Sivas’ımızın şu anda gözüken fotoğrafının kader
olmaktan çıkaracak olan sadece aydınlar ve halk değildir. Burada, bu kaderi
değiştirecek yönetim noktasında gönül insanlarına ihtiyaç vardır. Halkın burada
ki vazifesi bu gönül insanlarını doğru algılayıp, doğru seçip, işbaşına
getirmesidir.
Doğan Ürgüp beyefendi, Türkiye’de belli bir siyasi
çizgide olan ve doğru algılanmalarına karşın seçim barajının azizliğinden olsa
gerek bir türlü Türkiye yönetiminde, belediye yönetimlerinde söz sahibi
olamayan bir partinin temsilcisidir. Son dönemde ne mutlu ki ( olması gerektiği
gibi ) Sivas’ın belediye yönetimine gelerek, hizmet etmeye çalışan bir
başkandır. Sivaslıların çok daha öncesinde bu vazifeyi bu siyasi düşünceye
teslim etmesi gerektiğini düşünüyorum aslında. Böyle bir kararı son belediye
seçimlerinde alan halk için, ister aramızdan alınan rahmetli Muhsin
Yazıcıoğlu’na vefa borcu deyin, isterseniz- deneyelim, görelim – deyin fark
etmez. Önemli olan şu an o mevkide olmalarıdır.
Doğan Beyin bu noktada hiç olmadığı kadar büyük
sorumluluğu var. Bu geçen zamanı çok ama çok iyi değerlendirmesi gerekiyor. Bu
dönem içerisinde yapılacak olan her davranış tüm Türkiye genelinde bu partiye
gönül veren seçmenler için bir umut olacaktır. Böyle bir misyonu var sayın
başkanın. Tanışma yemeğinde ki söylemlerini, görev anlayışını, sorunlara
bakışını dinledim. Bir konuşmacı olarak kendini güzel ifade ediyordu.
Gözlemlediğim tek eksiklik, sorunlarla mücadele etme isteğindeki
heyecansızlıktı. Ben bilirim ki heyecan duyulmayan hiçbir iş tam anlamıyla
yapılamaz. Çoğu “ cek-cak ” larla bezeli sözlerden artık haz almayan bir nesil
var önlerinde idarecilerin ve ona göre hareket edilmeli diye düşünüyorum.
Biliyorum, oturup bunları kalemle dile getirmek
kolay diyordur başkanım. Ama onun kültürümüze sahip çıkma gayreti noktasındaki
hassasiyetini de alkışlıyorum.
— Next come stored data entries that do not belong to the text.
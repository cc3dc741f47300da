import type { ReactNode } from 'react';
import { classes } from './classes.ts';

export interface Fact {
  readonly label: ReactNode;
  readonly value: ReactNode;
  /** Names the row where label is not text. */
  readonly key?: string;
}

interface FactsProps {
  readonly facts: readonly Fact[];
  /** Words instead of figures: values stand left. */
  readonly text?: boolean;
}

/** Labels with their values, ruled, figures at the right. */
export function Facts({ facts, text }: FactsProps) {
  return (
    <dl className={classes('facts', text && 'facts-text')}>
      {facts.map((fact, position) => (
        <div key={fact.key ?? (typeof fact.label === 'string' ? fact.label : position)}>
          <dt>{fact.label}</dt>
          <dd>{fact.value}</dd>
        </div>
      ))}
    </dl>
  );
}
Umarım daha fazla heyecan duyarak bu
isteklerini, seçmenin ona verdiği sürede gözle görülür bir sonuçla karşımıza
çıkar. Sohbetinde model olarak Bursa şehrimizin yapılaşmasını örnek gösterdi ve
incelediklerini dile getirdi. Yıllarca tarihi Bursa şehrimizde yaşamış biri
olarak doğru bir yolda olduklarını söyleyebilirim. Özellikle Osmanlı tarihinin
merkezi olan Bursa’mız, Osmangazi merkez ilçesi, sayın başkan Recep Altepe’nin
azimli, özverili hiç tükenmeyen heyecanla yürüttüğü hizmetlerine şahit olduk.
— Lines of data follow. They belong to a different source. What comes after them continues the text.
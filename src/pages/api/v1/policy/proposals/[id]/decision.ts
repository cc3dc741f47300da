import { idParams } from '#contracts/ids.ts';
import { policyDecision } from '#contracts/policy.ts';
import { defineRoute } from '#server/http/route.ts';
import { decidePolicy } from '#server/services/decidePolicy.ts';

export const POST = defineRoute({
  can: 'confirm policy',
  params: idParams,
  body: policyDecision,
  needsVersion: true,
  run: ({ actor, params, version, body }) => decidePolicy(actor, { id: params.id, version }, body),
});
Tarihi dokuyu bozmadan şehrin hareketliliğine dahil ederek, bir çok yeri
turizme kazandırarak Avrupa’dan aldığı “örnek
ilçe” ödülüyle, Bursa’mızı taçlandırmıştır. Sivas şehrimizde Bursa’mızın en
büyük ilçesiyle özdeşleştirmem, oradaki gelişmeleri, şu an nefes aldığım,
suyunu içtiğim kültür şehrimizde de görmeyi arzu etmemi çok görmezsiniz umarım.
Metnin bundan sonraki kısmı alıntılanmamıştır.